I was speechless. I stopped eating, and just looked up without knowing what to say.

Throughout my childhood, my mom had frequently put me to sleep reading Fairytales with princesses, dragons and castles. However, I could not remember ever seeing a castle in my continent.

When I first wrote the Spanish version of the blog, I actually thought there were no castles in America (read continent). But then, some of my readers verified there are several castles in different parts of Peru, Colombia, Mexico and Venezuela.

Nevertheless, I still insist that those castles hardly resemble real castles, like the ones that we see in storybooks, with thin towers, thick bridges, protecting walls, etc…

Taking advantage of the fact I was living in Spain, I took a bus to Segovia to visit a real castle.

Even though my blue prince was not waiting for me inside the castle, I had the opportunity to walk over cobblestones eroded by the royalty, and then by millions of tourists who came before me.
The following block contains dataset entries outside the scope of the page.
// Bench calculators: each figure computed from typed inputs, through the real API.
// Expected values are worked by hand beside each check (sources as in api/src/domain/*.test.ts).
import { expect, test } from '@playwright/test';
import { DEMO, SCREENSHOTS, signIn } from './support';

test('the Bench calculators compute XMODEM time, RF figures and DC lead drop as you type', async ({ page }) => {
  await signIn(page, DEMO.member);
  await page.goto('/calculators');
  await expect(page.getByRole('heading', { name: 'Bench calculators' })).toBeVisible();

  // XMODEM-1K with CRC-16 at 115200 baud, 8N1 (Forsberg 1988 packet layout: STX, block, ~block,
  // 1024 data bytes, 2 CRC bytes). 1,000,000 bytes -> ceil(1e6/1024) = 977 blocks;
  // padding 977*1024 - 1e6 = 448; wire 977*1029 + 1 EOT = 1,005,334 bytes;
  // time 1,005,334 * 10 / 115200 = 87.27 s = 1:27.
  await page.getByTestId('xmodem-bytes').fill('1000000');
  await expect(page.getByTestId('xmodem-blocks')).toHaveText('977');
  await expect(page.getByTestId('xmodem-padding')).toHaveText('448 bytes');
  await expect(page.getByTestId('xmodem-wire')).toHaveText('1,005,334 bytes');
  await expect(page.getByTestId('xmodem-time')).toContainText('1:27');

  // 100 W forward, 1 W reflected: |Γ| = sqrt(1/100) = 0.100; SWR = 1.1/0.9 = 1.22:1;
  // return loss = -20 log10 0.1 = 20.00 dB; mismatch loss = -10 log10(1 - 0.01) = 0.04 dB;
  // 100 W = 10 log10(100 000 mW) = 50.0 dBm.
  await page.getByTestId('rf-forward').fill('100');
  await page.getByTestId('rf-reflected').fill('1');
  await expect(page.getByTestId('rf-gamma')).toHaveText('0.100');
  await expect(page.getByTestId('rf-swr')).toHaveText('1.22:1');
  await expect(page.getByTestId('rf-return-loss')).toContainText('20.00 dB');
  await expect(page.getByTestId('rf-mismatch-loss')).toHaveText('0.04 dB');
  await expect(page.getByTestId('rf-dbm')).toHaveText('50.0 dBm');

  // Reflected above forward is refused with a message on the field.
  await page.getByTestId('rf-reflected').fill('150');
  await expect(page.getByTestId('rf-reflected-error')).toBeVisible();

  // 20 A over 2 m of AWG 12 (NEC Chapter 9 Table 8: 1.98 ohm/kft = 6.496 mOhm/m at 75 °C, corrected
  // to 20 °C with copper's alpha20 = 0.00393/K: 6.496 / 1.21615 = 5.3415 mOhm/m): round trip 4 m ->
  // 21.37 mOhm; drop 20 * 0.02137 = 0.43 V; 13.8 - 0.43 = 13.37 V at the radio, inside 13.8 V ± 15 %
  // (common practice, no published source); 20 A is within AWG 12's 25 A (NEC Table 400.5(A)(1)).
  await page.getByTestId('dc-current').fill('20');
  await page.getByTestId('dc-length').fill('2');
  await page.getByTestId('dc-card').getByLabel('Gauge').click();
  await page.getByRole('option', { name: 'AWG 12' }).click();
  await page.getByTestId('dc-supply').fill('13.8');
  await expect(page.getByTestId('dc-drop')).toHaveText('0.43 V');
  await expect(page.getByTestId('dc-at-radio')).toHaveText('13.37 V');
  await expect(page.getByTestId('dc-tolerance')).toContainText('Within');
  await expect(page.getByTestId('dc-ampacity')).toContainText('Within');
  await expect(page.getByTestId('dc-fuse')).toContainText('25 A');

  // The cautions sit beside the work.
  await expect(page.getByText('Transmit only into a dummy load on the bench')).toBeVisible();
  await expect(page.getByText(/fus/i).first()).toBeVisible();
  await page.screenshot({ path: `${SCREENSHOTS}/bench-calculators.png`, fullPage: true });
});

test('signal level, dummy load, pad, feed-line loss, DC ampacity and discharge from typed values; a decimal comma is a point', async ({ page }) => {
  await signIn(page, DEMO.technician);
  await page.goto('/calculators');

  // −97 dBm on HF: 9 + (−97 + 73) / 6 = S5 (IARU Region 1 R.1: S9 = −73 dBm, 6 dB a unit);
  // at 50 Ω: P = 10^(−12.7) W = 0.1995 pW, V = sqrt(P × 50) = 3.16 µV.
  await page.getByTestId('level-value').fill('-97');
  await expect(page.getByTestId('level-s')).toHaveText('S5');
  await expect(page.getByTestId('level-volts')).toHaveText('3.16 µV');
  await expect(page.getByTestId('level-watts')).toHaveText('200 fW');
  // The same −97 dBm above 30 MHz (S9 = −93 dBm): 9 + (−4)/6 = S8.3.
  await page.getByTestId('level-card').getByLabel('S-meter band').click();
  await page.getByRole('option', { name: /VHF/ }).click();
  await expect(page.getByTestId('level-s')).toHaveText('S8.3');

  // 12,5 W typed with a decimal comma is 12.5 W: into 50 Ω, V_rms = sqrt(625) = 25.00 V,
  // V_peak = 35.36 V, V_pp = 70.7 V, I = sqrt(0.25) = 0.500 A (never 125 W: that would be 79.06 V).
  await page.getByTestId('dummy-watts').fill('12,5');
  await expect(page.getByTestId('dummy-vrms')).toHaveText('25.00 V');
  await expect(page.getByTestId('dummy-vpp')).toHaveText('70.7 V');
  await expect(page.getByTestId('dummy-amps')).toHaveText('0.500 A');
  // "1,000" could be one or a thousand: refused with a message, nothing computed.
  await page.getByTestId('dummy-watts').fill('1,000');
  await expect(page.getByTestId('dummy-card').getByText('Is this 1.000 or 1000?')).toBeVisible();
  await expect(page.getByTestId('dummy-figures')).toHaveCount(0);

  // 20 dB tee pad in 50 Ω, 10 W in: K = 10; arms 50 × 9/11 = 40.9 Ω, shunt 50 × 20/99 = 10.1 Ω
  // (the ARRL Handbook's 50 Ω tee table, from memory); E24 39 Ω (−4.7 %) and 10 Ω (−1.0 %);
  // the input arm takes 10 W × 40.91 / 50 = 8.18 W.
  await page.getByTestId('pad-db').fill('20');
  await page.getByTestId('pad-card').getByLabel('Shape').click();
  await page.getByRole('option', { name: /Tee/ }).click();
  await page.getByTestId('pad-input-w').fill('10');
  await expect(page.getByTestId('pad-series')).toHaveText('40.9 Ω');
  await expect(page.getByTestId('pad-shunt')).toHaveText('10.1 Ω');
  await expect(page.getByTestId('pad-series-e24')).toHaveText('39.0 Ω −4.7 %');
  await expect(page.getByTestId('pad-shunt-e24')).toHaveText('10.0 Ω −1.0 %');
  await expect(page.getByTestId('pad-first-w')).toHaveText('8.18 W');

  // 30 m of LMR-400 at 145 MHz (Times Microwave datasheet: 0.12229 sqrt(F) + 0.00026 F dB/100 ft
  // = 1.5103 dB/100 ft = 4.955 dB/100 m) = 1.49 dB matched; SWR 2 at the antenna:
  // total 10 log10[(a² − 1/9)/(a (8/9))] with a = 10^0.14865 → 1.75 dB; the radio sees 1.62:1.
  await page.getByTestId('line-length').fill('30');
  await page.getByTestId('line-mhz').fill('145');
  await page.getByTestId('line-swr').fill('2');
  await expect(page.getByTestId('line-matched-loss')).toHaveText('1.49 dB');
  await expect(page.getByTestId('line-total')).toHaveText('1.75 dB');
  await expect(page.getByTestId('line-swr-in')).toHaveText('1.62:1');
  await expect(page.getByTestId('line-source')).toContainText('Times Microwave Systems LMR-400 datasheet');

  // 25 A through 0.5 m of AWG 18 from 13.8 V: drop 25 × 1 m × 21.45 mOhm/m = 0.54 V, 13.26 V at
  // the radio (within the band) but far past AWG 18's 10 A; fuse 25 × 1.25 = 31.25 -> 35 A.
  await page.getByTestId('dc-current').fill('25');
  await page.getByTestId('dc-length').fill('0,5');
  await page.getByTestId('dc-card').getByLabel('Gauge').click();
  await page.getByRole('option', { name: 'AWG 18' }).click();
  await expect(page.getByTestId('dc-at-radio')).toHaveText('13.26 V');
  await expect(page.getByTestId('dc-tolerance')).toContainText('Within');
  await expect(page.getByTestId('dc-ampacity')).toContainText('Over: the lead will overheat');
  await expect(page.getByTestId('dc-fuse')).toContainText('35 A');

  // 400 V on 470 µF through 100 kΩ: RC = 47 s; 47 ln(400/60) = 89.2 s = 1:29 to 60 V;
  // ½ × 470 µF × 400² = 37.6 J; 400² / 100 kΩ = 1.60 W at first.
  await page.getByTestId('discharge-volts').fill('400');
  await page.getByTestId('discharge-uf').fill('470');
  await page.getByTestId('discharge-kohm').fill('100');
  await expect(page.getByTestId('discharge-time')).toHaveText('1:29 (89.2 s)');
  await expect(page.getByTestId('discharge-joules')).toHaveText('37.6 J');
  await expect(page.getByTestId('discharge-watts')).toHaveText('1.60 W');
  await expect(page.getByTestId('discharge-caution')).toContainText('Mains and stored charge can kill');
  await page.screenshot({ path: `${SCREENSHOTS}/bench-calculators-more.png`, fullPage: true });
});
I decided to visit the castle during lunchtime so I could enjoy every corner of it without needing to fight against tourist masses.

I took a long and careful look at the collectio of armors with curious curved feet that make you wonder if noblemen really walked and fought with such heavy and uncomfortable looking suits, or if these armors were simply decorative statues that some imaginative person then decided to include in myths and legends.

I also looked at the detailed decorations that covered the metal suits: some where full-body metal armors, other only covered half the body; some were plain while others had intricate motives carved into the chest and hands’ area.

I also climbed up the thin and claustrophobic stairs to the terrace where the wind messed up my hair, and obliged me to feel free. I stayed there for a while enjoying the view, extending the fantasy of beign inside a castle until my stomach’s growling became unbearable. It was already 4:30 p.m. andif I did not hurry my way down, I wasn´t going to find a place open where I could have lunch.